2.    Menurut Bank Dunia, alasan diterapkannya MBS:
a.    Alasan ekonomis
b.    Politis
c.    Profesional
d.    Efisiensi administrasi
e.    Finansial
f.      Prestasi siswa
g.    Akuntabilitas
h.    Evektivitas sekolah
Menurut Suryo Subroto, 2010 dalam http://edukasi.kompasiana.com menyatakan tentang alasan diterapkannya MBS, bahwa pendidikan merupakan salah satu bidang pemerintahan yang wajib dilaksanakan oleh daerah kabupaten dan kota (Pasal 1 Ayat 2). Untuk dapat melaksanakan kewajiban ini secara bertanggung jawab dan memberikan manfaat yang sebesar-besarnya bagi penduduk daerah yang bersangkutan, maka diperlukan strategi pengelolaan pendidikan yang tepat dan mengedepankan kerja sama yang lebih dikenal dengan istilahcollaborative schoolmanagement yang selanjutnya menjadi model pengelolaan sekolah yang dinamakan school based management atau manajemen berbasis sekolah (MBS)
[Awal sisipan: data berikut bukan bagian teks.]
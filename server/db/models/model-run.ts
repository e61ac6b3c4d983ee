import { DataTypes, Model, type CreationOptional, type InferAttributes, type InferCreationAttributes, type Sequelize } from 'sequelize'
import type { ModelRequest } from '../../../shared/utils/modelling/request'
import type { ModelResults, ModelSpec } from '../../../shared/utils/stats/types'

export const MODEL_RUN_STATES = ['running', 'done', 'failed'] as const
export type ModelRunState = typeof MODEL_RUN_STATES[number]

export interface ExcludedVisits {
  /** Visits of the round that are not accepted (received or sent back): models never use them. */
  notAccepted: Record<string, number>
}

/**
 * One fit: what was asked, on exactly which rows (their hash), with which engine, and what came out.
 * Specification + row hash + engine version reproduce the numbers.
 */
export class ModelRun extends Model<InferAttributes<ModelRun>, InferCreationAttributes<ModelRun>> {
  declare id: CreationOptional<number>
  declare organisationId: number
  declare roundId: number
  declare createdBy: number
  declare status: CreationOptional<ModelRunState>
  declare request: ModelRequest
  declare spec: ModelSpec
  declare questionnaireVersionIds: number[]
  declare rowsHash: string
  /** Hash of the rows the fit actually used (after listwise deletion): equal hashes mean the same rows. */
  declare usedRowsHash: string
  declare rowCount: number
  declare excluded: ExcludedVisits
  declare engineVersion: string
  declare results: ModelResults | null
  declare error: { code: string, message: string } | null
  declare durationMs: number | null
  declare createdAt: CreationOptional<Date>
  declare finishedAt: Date | null

  static initModel(sequelize: Sequelize) {
    ModelRun.init({
      id: { type: DataTypes.INTEGER.UNSIGNED, autoIncrement: true, primaryKey: true },
      organisationId: { type: DataTypes.INTEGER.UNSIGNED, allowNull: false },
      roundId: { type: DataTypes.INTEGER.UNSIGNED, allowNull: false },
      createdBy: { type: DataTypes.INTEGER.UNSIGNED, allowNull: false },
      status: { type: DataTypes.ENUM(...MODEL_RUN_STATES), allowNull: false, defaultValue: 'running' },
      request: { type: DataTypes.JSON, allowNull: false },
      spec: { type: DataTypes.JSON, allowNull: false },
      questionnaireVersionIds: { type: DataTypes.JSON, allowNull: false },
      rowsHash: { type: DataTypes.CHAR(64), allowNull: false },
      usedRowsHash: { type: DataTypes.CHAR(64), allowNull: false },
      rowCount: { type: DataTypes.INTEGER.UNSIGNED, allowNull: false },
      excluded: { type: DataTypes.JSON, allowNull: false },
      engineVersion: { type: DataTypes.STRING(20), allowNull: false },
      results: { type: DataTypes.JSON, allowNull: true },
      error: { type: DataTypes.JSON, allowNull: true },
      durationMs: { type: DataTypes.INTEGER.UNSIGNED, allowNull: true },
      createdAt: DataTypes.DATE,
      finishedAt: { type: DataTypes.DATE, allowNull: true }
    }, { sequelize, tableName: 'model_runs', updatedAt: false })
  }
}
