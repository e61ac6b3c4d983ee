import { DataTypes, Model, type CreationOptional, type InferAttributes, type InferCreationAttributes, type Sequelize } from 'sequelize'
import type { QuestionnaireDefinition } from '../../../shared/utils/schemas/questionnaire'

/** One version of a round's questionnaire; frozen (never edited again) once the round has opened. */
export class QuestionnaireVersion extends Model<InferAttributes<QuestionnaireVersion>, InferCreationAttributes<QuestionnaireVersion>> {
  declare id: CreationOptional<number>
  declare roundId: number
  declare number: number
  declare definition: QuestionnaireDefinition
  declare frozenAt: Date | null
  declare createdAt: CreationOptional<Date>
  declare updatedAt: CreationOptional<Date>

  static initModel(sequelize: Sequelize) {
    QuestionnaireVersion.init({
      id: { type: DataTypes.INTEGER.UNSIGNED, autoIncrement: true, primaryKey: true },
      roundId: { type: DataTypes.INTEGER.UNSIGNED, allowNull: false },
      number: { type: DataTypes.INTEGER.UNSIGNED, allowNull: false },
      definition: { type: DataTypes.JSON, allowNull: false },
      frozenAt: { type: DataTypes.DATE, allowNull: true },
      createdAt: DataTypes.DATE,
      updatedAt: DataTypes.DATE
    }, { sequelize, tableName: 'questionnaire_versions' })
  }
}
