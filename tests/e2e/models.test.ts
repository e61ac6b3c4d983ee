import { readFileSync } from 'node:fs'
import { strFromU8, unzipSync } from 'fflate'
import path from 'node:path'
import type { Browser, Page } from 'playwright-core'
import { afterAll, beforeAll, describe, expect, it } from 'vitest'
import { SCREENSHOTS, closeBrowser, launchBrowser, newTabletContext } from '../support/browser'
import { Publication, Round, Visit } from '../../server/db/models'
import { predictFarm } from '../../shared/utils/modelling/farm-prediction'
import { ADOPTION_PALETTE } from '../../shared/utils/map-palette'
import { closeTestDatabase, testDatabase } from '../support/database'
import { DEMO, baseUrl, demoUser } from '../support/server'

let browser: Browser

let accepted = 0
let roundId = 0

beforeAll(async () => {
  baseUrl()
  testDatabase()
  // The seeded round is the first one; other test files may have accepted a few more of its visits.
  const round = await Round.findOne({ order: [['id', 'ASC']] })
  roundId = round!.id
  accepted = await Visit.count({ where: { roundId, reviewState: 'accepted' } })
  browser = await launchBrowser()
})
afterAll(async () => {
  await closeBrowser()
  await closeTestDatabase()
})

/** Counts canvas pixels of the map that are exactly one of the adoption palette's colours. */
function paletteColoursOnMap(page: Page): Promise<number> {
  return page.evaluate((palette) => {
    const wanted = new Set(palette.map(h => h.toLowerCase()))
    let hits = 0
    for (const canvas of document.querySelectorAll<HTMLCanvasElement>('[data-testid="adoption-map"] canvas')) {
      const data = canvas.getContext('2d')!.getImageData(0, 0, canvas.width, canvas.height).data
      for (let i = 0; i < data.length; i += 4) {
        const hex = `#${[data[i]!, data[i + 1]!, data[i + 2]!].map(v => v.toString(16).padStart(2, '0')).join('')}`
        if (wanted.has(hex)) hits++
      }
    }
    return hits
  }, [...ADOPTION_PALETTE])
}

async function signIn(page: Page, role: string, next = '/') {
  await page.goto(`/signin?next=${encodeURIComponent(next)}`)
  await page.getByLabel('E-mail').fill(demoUser(role).email)
  await page.getByLabel('Password').fill(DEMO.password)
  await page.getByRole('button', { name: 'Sign in' }).click()
  await page.waitForURL(url => url.pathname === next)
}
Berdasarkan uraian di atas, dapat disimpulkan bahwa alasan diterapkannya Manajemen Berbasis Sekolah adalah karena adanya berbagai program pendidikan yang pengelolaannya terlalu kaku dan sentralistik, pendidikan merupakan salah satu bidang pemerintahan yang wajib dilaksanakan oleh daerah kabupaten dan kota, dan untuk dapat melaksanakan kewajiban ini, maka diperlukan strategi pengelolaan pendidikan yang tepat dan mengedepankan kerja sama, sekolah mempunyai otonomi atau wewenang untuk merencanakan, mengatur, mengambil keputusan, melaksanakan dan bertanggung jawab atas segala kegiatan yang ada di sekolah dan lingkungan sekolah dengan keterlibatan warga sekolah serta masyarakat sekitar sehingga sasaran mutu pendidikan yang telah direncanakan dapat tercapai, pada dasarnya sekolahlah yang lebih mengetahui kekuatan, kelemahan, peluang, ancaman, serta kebutuhannya termasuk dalam hal finansial, prestasi siswa, akuntabilitas, keefektifan sekolah, keefisienan administrasi, profesionalitas, politis dan keekonomian.